Most macroscopic inorganic solids are polycrystalline, including all metals, ice, etc. Solids that are neither crystalline nor polycrystalline, such as glass, are called amorphous solids called glassy, vitreous, or noncrystalline; these have no periodic order microscopically. There are distinct differences between crystalline solids and amorphous solids: most notably, the process of forming a glass does not release the latent heat of fusion, but forming a crystal does. A crystal structure is characterized by its unit cell, a small imaginary box containing one or more atoms in a specific spatial arrangement; the unit cells are stacked in three-dimensional space to form the crystal. The symmetry of a crystal is constrained by the requirement that the unit cells stack with no gaps. There are 219 possible crystal symmetries, called crystallographic space groups; these are grouped into 7 crystal systems, such as hexagonal crystal system. Crystals are recognized by their shape, consisting of flat faces with sharp angles.

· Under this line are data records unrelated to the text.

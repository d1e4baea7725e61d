"""What became of the verdicts: which of the old ones is which of the new ones, and whether it is worse."""

from __future__ import annotations

from collections import defaultdict
from collections.abc import Callable, Hashable, Iterable, Mapping, Sequence
from dataclasses import dataclass, replace
from math import isclose, isfinite

from ..verdict import Level, Outcome, Verdict
from .comparison import Change, VerdictChange

# A margin is clearly another one from this difference on: of the limit, and of what the margin was. Below, it
# is the rounding of a value or the drift of an assumption.
LEAST_OF_LIMIT = 0.01
LEAST_OF_MARGIN = 0.1

# Room beyond this, as a share of the limit, makes nothing better or worse.
_AMPLE = 1.0

# A figure is another one from this share of it on.
_OTHER_FIGURE = 0.01

_LEVELS = (None, *reversed(Level))  # an unlevelled failure is the rule's mistake; it ranks lowest
_ASKS_NOTHING, _OPEN, _REVIEW, _FAIL = range(4)
_RANKS = {Outcome.OPEN: _OPEN, Outcome.REVIEW: _REVIEW, Outcome.FAIL: _FAIL}


@dataclass(frozen=True, slots=True)
class Names:
    """What parts and nets of the old revision are called in the new one."""

    parts: Mapping[str, str]
    nets: Mapping[str, str]

    def of(self, verdict: Verdict) -> Verdict:
        """Return an old verdict in the names of the new revision."""
        return replace(
            verdict,
            subject=self.parts.get(verdict.subject, self.nets.get(verdict.subject, verdict.subject)),
            parts=tuple(self.parts.get(part, part) for part in verdict.parts),
            nets=tuple(self.nets.get(net, net) for net in verdict.nets),
        )


def verdict_changes(
    old: Sequence[Verdict], new: Sequence[Verdict], names: Names
) -> tuple[tuple[VerdictChange, ...], int]:
    """Return the verdicts that are not the same, the new and worse ones first, and how many are."""
    changes: list[VerdictChange] = []
    unchanged = 0
    for one, other in _matched(old, new, names):
        change = _change(one, other)
        if change is None:
            unchanged += 1
        else:
            changes.append(VerdictChange(change, one, other))
    order = tuple(Change)
    changes.sort(key=lambda one: (order.index(one.change), *(-part for part in rank(one.verdict))))
    return tuple(changes), unchanged


def _matched(
    old: Sequence[Verdict], new: Sequence[Verdict], names: Names
) -> Iterable[tuple[Verdict | None, Verdict | None]]:
    """Return pairs of old and new verdict, in the order of the new ones, then what is gone.

    A verdict is the one with its fingerprint in the new names, else the next one of its rule and subject.
    """
    renamed = [names.of(verdict) for verdict in old]
    partners: dict[int, int] = {}
    for look in (_fingerprint, _question):
        _pair(renamed, new, partners, look)
    taken = set(partners.values())
    pairs: list[tuple[Verdict | None, Verdict | None]] = [
        (old[partners[place]] if place in partners else None, verdict) for place, verdict in enumerate(new)
    ]
    return [*pairs, *((verdict, None) for place, verdict in enumerate(old) if place not in taken)]


def _pair(
    old: Sequence[Verdict],
    new: Sequence[Verdict],
    partners: dict[int, int],
    look: Callable[[Verdict], Hashable],
) -> None:
    """Pair those left over that look alike, in order; `partners` is the place in `new` to that in `old`."""
    taken = set(partners.values())
    waiting: dict[Hashable, list[int]] = defaultdict(list)
    for place in range(len(old) - 1, -1, -1):
        if place not in taken:
            waiting[look(old[place])].append(place)
    for place, verdict in enumerate(new):
        if place not in partners and (found := waiting.get(look(verdict))):
            partners[place] = found.pop()


def _fingerprint(verdict: Verdict) -> Hashable:
    return verdict.fingerprint


def _question(verdict: Verdict) -> Hashable:
    return verdict.rule, verdict.subject


def _change(old: Verdict | None, new: Verdict | None) -> Change | None:
    """Return what became of a verdict, None where it is the same."""
    if old is None:
        return Change.NEW
    if new is None:
        return Change.GONE
    was, now = rank(old), rank(new)
    if was != now:
        return Change.WORSE if _is_worse(old, new, was, now) else Change.BETTER
    less = _less_margin(old, new)
    if less:
        return Change.WORSE if less > 0 else Change.BETTER
    return Change.CHANGED if old.outcome is not new.outcome or _other_figure(old, new) else None


def rank(verdict: Verdict) -> tuple[int, int]:
    """Return how much a verdict asks of the reader; what a deviation accepts asks nothing."""
    if verdict.deviation is not None:
        return _ASKS_NOTHING, 0
    level = _LEVELS.index(verdict.level) if verdict.outcome is Outcome.FAIL else 0
    return _RANKS.get(verdict.outcome, _ASKS_NOTHING), level


def _is_worse(old: Verdict, new: Verdict, was: tuple[int, int], now: tuple[int, int]) -> bool:
    """Tell whether a verdict of another rank is worse; what can no longer be checked is no better for it."""
    lost = new.deviation is None and new.outcome is Outcome.OPEN and old.outcome is not Outcome.OPEN
    return lost or now > was


def _less_margin(old: Verdict, new: Verdict) -> int:
    """Return 1 where the margin is clearly less, -1 where it is clearly more, else 0."""
    if old.margin is None or new.margin is None:
        return 0
    was, now = min(old.margin, _AMPLE), min(new.margin, _AMPLE)
    if was == now:
        return 0  # two infinite ones have no difference
    apart = abs(was - now)
    if apart < LEAST_OF_LIMIT or apart < LEAST_OF_MARGIN * min(abs(was), abs(now)):
        return 0
    return 1 if now < was else -1


def _other_figure(old: Verdict, new: Verdict) -> bool:
    """Tell whether the measured figures are not the same, by more than a hundredth."""
    if old.measured is None or new.measured is None:
        return (old.measured is None) != (new.measured is None)
    one, other = old.measured, new.measured
    if one.unit != other.unit:
        return True
    pairs = ((one.minimum, other.minimum), (one.nominal, other.nominal), (one.maximum, other.maximum))
    scale = max((abs(value) for pair in pairs for value in pair if isfinite(value)), default=0.0)
    return not all(isclose(a, b, rel_tol=0.0, abs_tol=_OTHER_FIGURE * scale) for a, b in pairs)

These shape characteristics are not necessary for a crystal—a crystal is scientifically defined by its microscopic atomic arrangement, not its macroscopic shape—but the characteristic macroscopic shape is present and easy to see. Euhedral crystals are those with well-formed flat faces. Anhedral crystals do not because the crystal is one grain in a polycrystalline solid; the flat faces of a euhedral crystal are oriented in a specific way relative to the underlying atomic arrangement of the crystal: they are planes of low Miller index. This occurs; as a crystal grows, new atoms attach to the rougher and less stable parts of the surface, but less to the flat, stable surfaces. Therefore, the flat surfaces tend to grow larger and smoother, until the whole crystal surface consists of these plane surfaces. One of the oldest techniques in the science of crystallography consists of measuring the three-dimensional orientations of the faces of a crystal, using them to infer the underlying crystal symmetry.

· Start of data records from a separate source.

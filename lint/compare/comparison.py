"""What changed between two revisions: what `compare` hands to reporters, the gate and Python callers."""

from __future__ import annotations

from dataclasses import dataclass, replace
from enum import StrEnum

from ...grammar.netlist import Place
from ..verdict import Level, Review, Verdict


class Change(StrEnum):
    """What became of a verdict.

    NEW, GONE: the question is asked of one revision only
    WORSE:     a worse outcome, or the same one with clearly less margin
    BETTER:    the reverse
    CHANGED:   neither, but another figure or another word for the same rank
    """

    NEW = "new"
    WORSE = "worse"
    GONE = "gone"
    BETTER = "better"
    CHANGED = "changed"


@dataclass(frozen=True, slots=True)
class Difference:
    """One property of a part that changed, as text; empty where a revision does not tell it.

    old_number, new_number: in the SI base unit of `unit`, None where the property is no number
    """

    what: str
    old: str
    new: str
    old_number: float | None = None
    new_number: float | None = None
    unit: str = ""


@dataclass(frozen=True, slots=True)
class PartSeen:
    """A part of one revision; `nets` in the order of its pins, empty for an open one."""

    reference: str
    kind: str
    value: str
    model: str
    nets: tuple[str, ...]
    fitted: bool
    place: Place


@dataclass(frozen=True, slots=True)
class PinMove:
    """A pin that is on another net; None: the revision's part has no such pin, empty: it is open."""

    pin: str
    old: str | None
    new: str | None


@dataclass(frozen=True, slots=True)
class PartChange:
    """A part of both revisions that is not the same in both, or not under one reference designator."""

    old: PartSeen
    new: PartSeen
    renumbered: bool
    differences: tuple[Difference, ...]
    pins: tuple[PinMove, ...]


@dataclass(frozen=True, slots=True)
class NetSeen:
    """A net of one revision and the pins on it, such as `U1.DTC` and `R3`."""

    name: str
    pins: tuple[str, ...]
    place: Place


@dataclass(frozen=True, slots=True)
class NetChange:
    """A net of both revisions under another name, or with other pins.

    gained, lost: pins as the new and the old revision name them
    """

    old: NetSeen
    new: NetSeen
    renamed: bool
    gained: tuple[str, ...]
    lost: tuple[str, ...]


@dataclass(frozen=True, slots=True)
class VerdictChange:
    """A verdict that is not the same in both revisions; `old` or `new` is None where it is new or gone."""

    change: Change
    old: Verdict | None
    new: Verdict | None

    @property
    def verdict(self) -> Verdict:
        """Return the verdict as it is now, or as it was where it is gone."""
        found = self.new or self.old
        assert found is not None
        return found


@dataclass(frozen=True, slots=True)
class Unchanged:
    """How many parts, nets and verdicts are the same in both revisions."""

    parts: int
    nets: int
    verdicts: int


@dataclass(frozen=True, slots=True)
class CircuitChanges:
    """The parts and nets that came, went or are not the same; renumbered and renamed ones are changed."""

    parts_added: tuple[PartSeen, ...] = ()
    parts_removed: tuple[PartSeen, ...] = ()
    parts_changed: tuple[PartChange, ...] = ()
    nets_added: tuple[NetSeen, ...] = ()
    nets_removed: tuple[NetSeen, ...] = ()
    nets_changed: tuple[NetChange, ...] = ()

    def __bool__(self) -> bool:
        """Tell whether anything changed."""
        parts = (*self.parts_added, *self.parts_removed, *self.parts_changed)
        return bool(parts or self.nets_added or self.nets_removed or self.nets_changed)


@dataclass(frozen=True, slots=True)
class Comparison:
    """Everything that changed from `old` to `new`, in a fixed order: same input, same order.

    verdicts:    new ones first, then what is worse
    assumptions: what the comparison took for granted, each a sentence
    """

    old: Review
    new: Review
    circuit: CircuitChanges
    verdicts: tuple[VerdictChange, ...]
    unchanged: Unchanged
    assumptions: tuple[str, ...] = ()

    def of(self, change: Change) -> tuple[VerdictChange, ...]:
        """Return the verdicts with one fate, in their order."""
        return tuple(one for one in self.verdicts if one.change is change)

    def passes(self, gate: Level | None, *, strict: bool = False) -> bool:
        """Tell whether the gate passes: only a verdict that is new or worse can stop it.

        gate, strict: as for `Review.passes`; a verdict that failed before and fails the same stops nothing
        """
        asked = tuple(
            one.new for one in self.verdicts if one.change in (Change.NEW, Change.WORSE) and one.new
        )
        return replace(self.new, verdicts=asked).passes(gate, strict=strict)
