"""Reads and reviews one revision: the comparison needs the design itself besides what the review says."""

from __future__ import annotations

from collections.abc import Sequence
from dataclasses import dataclass
from datetime import date
from pathlib import Path

from ..design import Design
from ..estimate import Method
from ..policy import Policy
from ..review import read_inputs, review_netlist
from ..rule import Rule
from ..verdict import Review


@dataclass(frozen=True, slots=True, kw_only=True)
class Asked:
    """How a revision is reviewed; each is the argument of `review` by its name."""

    brief: str | Path | None = None
    parts_list: str | Path | None = None
    deviations: str | Path | None = None
    allow_include: Sequence[Path] = ()
    method: Method = Method.EXTREME
    rules: Sequence[Rule] | None = None
    policy: Policy | None = None
    today: date | None = None


def read_revision(netlist: str, asked: Asked) -> tuple[Design, Review]:
    """Return the design of a netlist and its review."""
    inputs = read_inputs(
        netlist,
        brief=asked.brief,
        parts_list=asked.parts_list,
        deviations=asked.deviations,
        allow_include=asked.allow_include,
    )
    found = review_netlist(
        inputs.netlist,
        inputs.brief,
        inputs.parts_list,
        asked.rules,
        asked.method,
        asked.policy,
        inputs.deviations,
        asked.today,
    )
    return Design(inputs.netlist, inputs.brief, inputs.parts_list, asked.method), found
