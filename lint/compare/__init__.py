"""What changed between two revisions of a schematic, in parts, nets and verdicts.

    from pwmlint.lint.compare import compare
    found = compare("HEAD~1:boards/fan.cir", "boards/fan.cir")

Revisions may be of different formats. Nothing here prints or exits.
"""

from __future__ import annotations

from collections.abc import Sequence
from contextlib import ExitStack
from pathlib import Path

from ..design import Design
from ..estimate import Method
from ..verdict import Review
from .circuits import assumptions, circuit_changes
from .comparison import (
    Change,
    CircuitChanges,
    Comparison,
    Difference,
    NetChange,
    NetSeen,
    PartChange,
    PartSeen,
    PinMove,
    Unchanged,
    VerdictChange,
)
from .pairing import match
from .reading import read_revision
from .side import Side
from .source import opened
from .verdicts import Names, verdict_changes

__all__ = [
    "Change",
    "CircuitChanges",
    "Comparison",
    "Difference",
    "NetChange",
    "NetSeen",
    "PartChange",
    "PartSeen",
    "PinMove",
    "Unchanged",
    "VerdictChange",
    "compare",
    "compare_designs",
]


def compare(
    old: str | Path,
    new: str | Path,
    *,
    brief: str | Path | None = None,
    parts_list: str | Path | None = None,
    allow_include: Sequence[Path] = (),
    method: Method = Method.EXTREME,
) -> Comparison:
    """Compare two revisions of a netlist and return everything that changed.

    old, new:   paths, or `REV:path` of a git repository: then brief, parts list and included files are those
                of that revision; one of them may be "-" for standard input
    brief, parts_list, allow_include, method: as for `review`, and the same for both revisions
    Raises NetlistError, or one of its kinds, for an input that cannot be read.
    """
    with ExitStack() as stack:
        sources = [stack.enter_context(opened(str(text))) for text in (old, new)]
        sides = [
            source.read(
                lambda path: read_revision(
                    path, brief=brief, parts_list=parts_list, allow_include=allow_include, method=method
                )
            )
            for source in sources
        ]
        found = compare_designs(sides[0][0], sides[1][0], sides[0][1], sides[1][1])
        for source in sources:
            found = source.named(found)
        return found


def compare_designs(old: Design, new: Design, old_review: Review, new_review: Review) -> Comparison:
    """Compare two designs that are read and reviewed already."""
    sides = Side(old), Side(new)
    matching = match(*sides)
    circuit = circuit_changes(*sides, matching)
    names = Names(matching.references, matching.nets.forward)
    verdicts, same_verdicts = verdict_changes(old_review.verdicts, new_review.verdicts, names)
    return Comparison(
        old=old_review,
        new=new_review,
        circuit=circuit,
        verdicts=verdicts,
        unchanged=Unchanged(
            len(matching.pairs) - len(circuit.parts_changed),
            len(matching.nets.forward) - len(circuit.nets_changed),
            same_verdicts,
        ),
        assumptions=assumptions(*sides, matching),
    )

A crystal's habit is its visible external shape. This is determined by the crystal structure, the specific crystal chemistry and bonding, the conditions under which the crystal formed. By volume and weight, the largest concentrations of crystals in the Earth are part of its solid bedrock. Crystals found in rocks range in size from a fraction of a millimetre to several centimetres across, although exceptionally large crystals are found; as of 1999, the world's largest known occurring crystal is a crystal of beryl from Malakialina, Madagascar, 18 m long and 3.5 m in diameter, weighing 380,000 kg. Some crystals have formed by magmatic and metamorphic processes, giving origin to large masses of crystalline rock; the vast majority of igneous rocks are formed from molten magma and the degree of crystallization depends on the conditions under which they solidified. Such rocks as granite, which have cooled slowly and under great pressures, have crystallized.